Australian basketball player

Gabrielle Richards (born 19 November 1984) is an Australian professional basketball player.

==Career==
===WNBL===
Richards began her WNBL career with the Australian Institute of Sport. She would then return to Victoria and play for the newest franchise, the Bendigo Spirit. During her time with the Spirit, Richards has won two WNBL Championships alongside the likes of Kristi Harrower and Kelsey Griffin. Richards is also a two-time awardee to the WNBL All-Star Five. Richards returned to the Spirit for her tenth season, after signing on for 2017–18.

==National team==
===Youth Level===
Richards first represented Australia at the 2003 Under-21 World Championship in Croatia where Australia placed fifth.

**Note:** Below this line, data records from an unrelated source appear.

import type { EpochMs } from '../../core/units.ts';
import { Roster } from './roster.ts';
import { minuteMs, type DemoPlant } from './station-minute.ts';

/** An invented Monday, midnight in Copenhagen. */
const firstMidnight = Date.parse('2026-01-12T00:00:00+01:00');

/** Minute of the demo plant at which people join it: 05:40, before the early shift takes over. What came before is history. */
export const joinMinute = 5 * 60 + 40;

/** @param seed whole; the same seed gives the same plant, to the last record */
export function demoPlant(seed: number): DemoPlant {
  return { midnight: firstMidnight, seed, roster: new Roster(seed) };
}

/** The minute of the demo plant in which a moment of its clock lies. */
export const minuteAt = ({ midnight }: DemoPlant, at: number): number => Math.floor((at - midnight) / minuteMs);

/** When a minute of the demo plant begins. */
export const momentOf = ({ midnight }: DemoPlant, minute: number): EpochMs => (midnight + minute * minuteMs) as EpochMs;
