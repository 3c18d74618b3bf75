import type { Logger } from 'pino';
import type { EpochMs } from '../../core/units.ts';
import { PlantServer } from '../pipeline/plant-server.ts';
import { untold, type Sender } from '../pipeline/arrival.ts';
import { plantFile } from '../plant-file.ts';
import { BadPlantFile } from '../serve.ts';
import { openStore } from '../store/sqlite-store.ts';
import type { Store } from '../store/store.ts';
import type { DemoData } from './demo-data.ts';
import { demoPlant, joinMinute, momentOf } from './demo-plant.ts';
import { StationFeed } from './station-feed.ts';
import { demoStations } from './stations.ts';

/** What the demo goes on from. */
export interface LivedNight {
  /** Token of each station's source, by station. */
  readonly tokens: ReadonlyMap<string, string>;
  /** The plant clock: people join at this moment. */
  readonly at: EpochMs;
}

/**
 * Lets the demo plant live through its first night, fast, so that people find windows filled and a past on every
 * chart; the plant clock follows the records. Where the night (or more) was lived before, only tokens are made anew.
 *
 * @throws BadPlantFile, StoreError
 */
export async function livedNight(data: DemoData, log: Logger): Promise<LivedNight> {
  const plantText = await plantFile(data.plantFile);
  if (!plantText.ok) throw new BadPlantFile(plantText.fault.join('\n'));
  const store = await openStore(data.directory);
  try {
    const server = await PlantServer.start({
      store, plant: plantText.value, clock: undefined, snapshotEntries: Infinity, log, onOutcome: untold, onFailure: (cause) => log.fatal({ err: cause }, 'the night could not be stored'),
    });
    const plant = demoPlant(data.seed);
    const joined = momentOf(plant, joinMinute);
    const { senders, tokens } = await sourcesOf(store, joined);
    if (server.now < joined) await live(server, demoStations.map((station) => new StationFeed(plant, station)), senders);
    await acknowledgePast(server);
    await server.stop();
    return { tokens, at: Math.max(joined, server.now) as EpochMs };
  } finally {
    await store.close();
  }
}

/** A source for every station, with a token made now. */
async function sourcesOf({ sources }: Store, at: number): Promise<{ senders: ReadonlyMap<string, Sender>; tokens: ReadonlyMap<string, string> }> {
  const known = new Set((await sources.list()).map(({ name }) => name));
  const senders = new Map<string, Sender>();
  const tokens = new Map<string, string>();
  for (const { id: station } of demoStations) {
    const { source, token } = known.has(station) ? await sources.rotate({ name: station }) : await sources.add({ name: station, stations: [station], at });
    senders.set(station, { id: source.id, name: source.name, stations: source.stations });
    tokens.set(station, token);
  }
  return { senders, tokens };
}

/** Minutes of the plant that may wait for the disk. */
const minutesAhead = 30;

async function live(server: PlantServer, feeds: readonly StationFeed[], senders: ReadonlyMap<string, Sender>): Promise<void> {
  for (let minute = 0; minute < joinMinute; minute += 1) {
    for (const feed of feeds) {
      const frame = feed.minute(minute);
      const sender = senders.get(feed.station.id);
      if (frame && sender) server.inbox.put({ kind: 'frame', sender, frame, bytes: undefined, judged: untold, durable: untold });
    }
    if (minute % minutesAhead === 0) await server.settled();
  }
  await server.settled();
}

/** The night shift has seen its alarms: nobody joins a plant with a list of what is over. */
async function acknowledgePast(server: PlantServer): Promise<void> {
  for (const { id, state } of server.monitor.desk.standing()) {
    if (state.kind === 'returned') await server.act({ kind: 'acknowledge', alarm: id, by: 'Night shift', note: 'Windows were still filling after midnight' });
  }
}
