import { createServer } from 'node:net';
import { Worker } from 'node:worker_threads';
import type { Logger } from 'pino';
import { serve, type Served } from '../serve.ts';
import type { Settings } from '../settings/settings.ts';
import { workerUrl } from '../store/worker-url.ts';
import type { DemoData } from './demo-data.ts';
import { livedNight } from './lived-night.ts';
import type { StationsStart } from './stations-thread.ts';

export interface DemoSetting {
  readonly settings: Settings;
  readonly data: DemoData;
  /** Plant seconds a wall second. */
  readonly rate: number;
  readonly log: Logger;
}

/** A running demo: a real server, and its plant beside it. */
export interface Demo {
  readonly served: Served;
  /** Rejects if the plant's stations cannot go on. */
  readonly failed: Promise<never>;
  /** The stations first, then the server. */
  stop(reason: string): Promise<void>;
}

/** Lives through the first night, then starts the server and, in a thread of their own, the stations. */
export async function runDemo({ settings, data, rate, log }: DemoSetting): Promise<Demo> {
  const { tokens, at } = await livedNight(data, log);
  const port = (await isFree(settings.host, settings.port)) ? settings.port : 0;
  const served = await serve({
    settings: { ...settings, access: 'open', data: data.directory, plant: data.plantFile, port },
    clock: { kind: 'fast', rate, start: at }, demo: true, log,
  });
  const start: StationsStart = { address: served.address, tokens, seed: data.seed, rate };
  const thread = new Worker(workerUrl('stations-thread', import.meta.url), { workerData: start });
  const ended = new Promise<void>((resolve) => thread.once('exit', () => resolve()));
  const failed = new Promise<never>((_resolve, reject) => thread.once('error', reject));
  failed.catch(() => undefined); // Whoever waits for it is told; stopping does not need to be.
  return {
    served,
    failed,
    async stop(reason) {
      thread.postMessage('stop');
      await ended;
      await served.stop(reason);
    },
  };
}

function isFree(host: string, port: number): Promise<boolean> {
  return new Promise((resolve, reject) => {
    const probe = createServer();
    probe.once('error', (cause: NodeJS.ErrnoException) => (cause.code === 'EADDRINUSE' ? resolve(false) : reject(cause)));
    probe.listen({ host, port }, () => probe.close(() => resolve(true)));
  });
}
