import { NotAllowed, NotFound } from '../refusals.ts';
import { route, type AnyRoute } from '../route.ts';
import type { Caller } from '../../access/caller.ts';
import { changesAnswer } from '../answers/record-answers.ts';
import { sessionsAnswer, tokenAnswer, tokensAnswer } from './access-answers.ts';
import { accountOf, nameOf, type AccessHost } from './access-host.ts';
import { idParams, passwordRequest, passwordAgainRequest, pinRequest, tokenRequest } from './access-schemas.ts';

const own = { action: 'keep-own-account', at: 'somewhere' } as const;

/** A token changes nothing of its owner's account: who found one must not be able to make more of it. */
function person(caller: Caller): string {
  if (caller.kind !== 'account') throw new NotAllowed('Only the person signed in does this, no token and no display.');
  return accountOf(caller);
}

/** What people do with their own account. */
export function ownRoutes(host: AccessHost): readonly AnyRoute[] {
  const { book, signIn } = host;
  return [
    route({
      method: 'GET', path: '/api/own/sessions', summary: 'Where one is signed in', needs: own, answer: sessionsAnswer,
      handle: ({ caller }) => book.sessionsOf(accountOf(caller)).map(([id, { made, lastSeen, address, agent }]) => ({ id, made, lastSeen, address, agent, current: id === caller.by })),
    }),
    route({
      method: 'DELETE', path: '/api/own/sessions/:id', summary: 'Ends one of the own sessions', needs: own, params: idParams, answer: 'nothing',
      handle: async ({ params: { id }, caller, reply }) => {
        if (!book.sessionsOf(person(caller)).some(([session]) => session === id)) throw new NotFound('there is no such session');
        await signIn.end(person(caller), nameOf(caller), '', (session) => session === id);
        return reply.status(204).send();
      },
    }),
    route({
      method: 'POST', path: '/api/own/sign-out-everywhere', summary: 'Ends all own sessions, this one too', needs: own, answer: 'nothing',
      handle: async ({ caller, reply }) => {
        await signIn.end(person(caller), nameOf(caller), '', () => true);
        return reply.status(204).send();
      },
    }),
    route({
      method: 'POST', path: '/api/own/password', summary: 'Sets a new password and ends the other sessions', needs: own, body: passwordRequest, answer: 'nothing',
      handle: async ({ body, caller, reply }) => {
        await host.own.changePassword(person(caller), caller.by ?? '', body.old, body.new);
        return reply.status(204).send();
      },
    }),
    route({
      method: 'PUT', path: '/api/own/pin', summary: 'Sets the PIN for shared terminals', needs: own, body: pinRequest, answer: 'nothing',
      handle: async ({ body: { password, pin }, caller, reply }) => {
        await host.own.setPin(person(caller), password, pin);
        return reply.status(204).send();
      },
    }),
    route({
      method: 'DELETE', path: '/api/own/pin', summary: 'Takes the PIN away', needs: own, body: passwordAgainRequest, answer: 'nothing',
      handle: async ({ body: { password }, caller, reply }) => {
        await host.own.setPin(person(caller), password, undefined);
        return reply.status(204).send();
      },
    }),
    route({
      method: 'GET', path: '/api/own/changes', summary: 'What happened to the own account lately, newest first', needs: own, answer: changesAnswer,
      handle: ({ caller }) => host.own.lately(accountOf(caller)),
    }),
    route({
      method: 'GET', path: '/api/own/tokens', summary: 'Own API tokens', needs: own, answer: tokensAnswer,
      handle: ({ caller }) =>
        book.tokens.entries().filter(([, token]) => token.account === accountOf(caller))
          .map(([id, { name, actions, grants, made, expires, lastUsed }]) => ({ id, name, actions, grants, made, expires, lastUsed })),
    }),
    route({
      method: 'POST', path: '/api/own/tokens', summary: 'Makes an API token; it is shown this once', needs: own, body: tokenRequest, answer: tokenAnswer,
      handle: ({ body: { name, actions, grants = null, days }, caller }) => host.own.makeToken(person(caller), { name, actions, grants, days }),
    }),
    route({
      method: 'DELETE', path: '/api/own/tokens/:id', summary: 'Revokes an API token', needs: own, params: idParams, answer: 'nothing',
      handle: async ({ params: { id }, caller, reply }) => {
        await host.own.revokeToken(person(caller), id);
        return reply.status(204).send();
      },
    }),
  ];
}
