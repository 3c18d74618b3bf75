import { noPlaces } from '../../core/record/no-places.ts';
import type { InspectionPart, LineMark, Origin } from '../../core/record/part.ts';
import type { TimeColumn } from '../../core/record/time-column.ts';
import { Chance } from './chance.ts';
import type { Trouble } from './plant-day.ts';
import { dayStart, type Roster } from './roster.ts';
import { bottlesPerMinute, hosesPerMinute, type DemoStation, type Stream } from './stations.ts';

export const minuteMs = 60_000;

/** The invented plant: when its first day began, ms, and what its chance is seeded with. */
export interface DemoPlant {
  readonly midnight: number;
  readonly seed: number;
  readonly roster: Roster;
}

/** How well a stream is in a minute: at its usual level, or where a trouble has brought it. */
export function levelAt(stream: Stream, troubles: readonly Trouble[], minuteOfDay: number): number {
  const trouble = troubles.find(({ characteristic, from, until }) => characteristic === stream.characteristic && from <= minuteOfDay && minuteOfDay < until);
  if (trouble === undefined) return stream.level;
  const { course, level, from, until } = trouble;
  const gone = course === 'sudden' ? 1 : (minuteOfDay - from) / (until - from);
  return stream.level + (level - stream.level) * gone;
}

/** What a station inspects in a minute, one part a stream; nothing while its line stands. */
export function inspectionsOf({ midnight, seed, roster }: DemoPlant, station: DemoStation, minute: number): InspectionPart[] {
  const { id, line, streams } = station;
  if (roster.stopAt(line, minute) !== undefined) return [];
  const troubles = roster.dayOf(minute).troubles.filter((trouble) => trouble.station === id);
  const minuteOfDay = minute - dayStart(minute);
  const product = roster.productAt(line, minute);
  const lot = roster.lotAt(line, minute);
  return streams.map((stream) => {
    const origin: Origin = { station: id, product, characteristic: stream.characteristic, lot };
    const time: TimeColumn = { kind: 'steady', start: midnight + minute * minuteMs, step: minuteMs / stream.perMinute };
    return partOf(stream, origin, time, levelAt(stream, troubles, minuteOfDay), new Chance(seed, id, stream.characteristic, minute));
  });
}

function partOf(stream: Stream, origin: Origin, time: TimeColumn, level: number, chance: Chance): InspectionPart {
  const records = stream.perMinute;
  switch (stream.kind) {
    case 'verdicts': {
      const places = chance.places(records, level);
      return { kind: 'verdicts', origin, records, time, nonconforming: places.length === 0 ? noPlaces : Uint32Array.from(places) };
    }
    case 'tallies':
      return { kind: 'tallies', origin, records, time, inspected: Uint32Array.of(stream.units), nonconforming: Uint32Array.of(chance.places(stream.units, level).length) };
    case 'exposures': {
      const expected = (level / 100) * stream.metres;
      return { kind: 'exposures', origin, records, time, count: Uint32Array.from({ length: records }, () => chance.poisson(expected)), exposure: new Float64Array(records).fill(stream.metres) };
    }
    case 'measurements':
      return { kind: 'measurements', origin, records, time, value: Float64Array.from({ length: records }, () => read(chance.normal(level, stream.sd), stream.step)) };
  }
}

/** As the device shows it: whole steps, without the trail of binary fractions. */
const read = (value: number, step: number): number => Number((Math.round(value / step) * step).toFixed(3));

/** What a line says of itself at the beginning of a minute. `opening`: nobody has been told anything of it yet. */
export function marksOf({ midnight, roster }: DemoPlant, { line }: DemoStation, minute: number, opening: boolean): LineMark[] {
  const at = midnight + minute * minuteMs;
  const common = { records: 1, at, line } as const;
  const product = roster.productAt(line, minute);
  const lot = roster.lotAt(line, minute);
  const stop = roster.stopAt(line, minute);
  const stood = !opening && roster.stopAt(line, minute - 1) !== undefined;
  const newLot = opening || lot !== roster.lotAt(line, minute - 1);
  const marks: LineMark[] = [];
  if (newLot && !opening) marks.push({ kind: 'lot-end', ...common, lot: roster.lotAt(line, minute - 1) });
  if (stop !== undefined && !stood) marks.push({ kind: 'line-stopped', ...common, reason: stop.reason });
  if (opening || product !== roster.productAt(line, minute - 1)) marks.push({ kind: 'changeover', ...common, product });
  if (newLot) marks.push({ kind: 'lot-start', ...common, product, lot, size: roster.lotRunningMinutes(line, minute) * unitsPerMinute(line) });
  if (stop === undefined && (stood || opening)) marks.push({ kind: 'line-running', ...common });
  return marks;
}

const unitsPerMinute = (line: string): number => (line === 'K' ? bottlesPerMinute : hosesPerMinute);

Playing alongside Laura Hodges, Jess Foley, Samantha Richards and Kelly Wilson.
===Senior Level===
Richards was a long standing squad member of the Opals, but was unable to make the final team for competition. At the 2014 FIBA World Championship, Liz Cambage was ruled out from the squad due to injury. Therefore, Richards was awarded the call up and rounded out the Opals roster under head coach, Brendan Joyce. Richards took to the floor in five out of Australia's six matches, including the Bronze Medal match where Australia defeated tournament hosts, Turkey.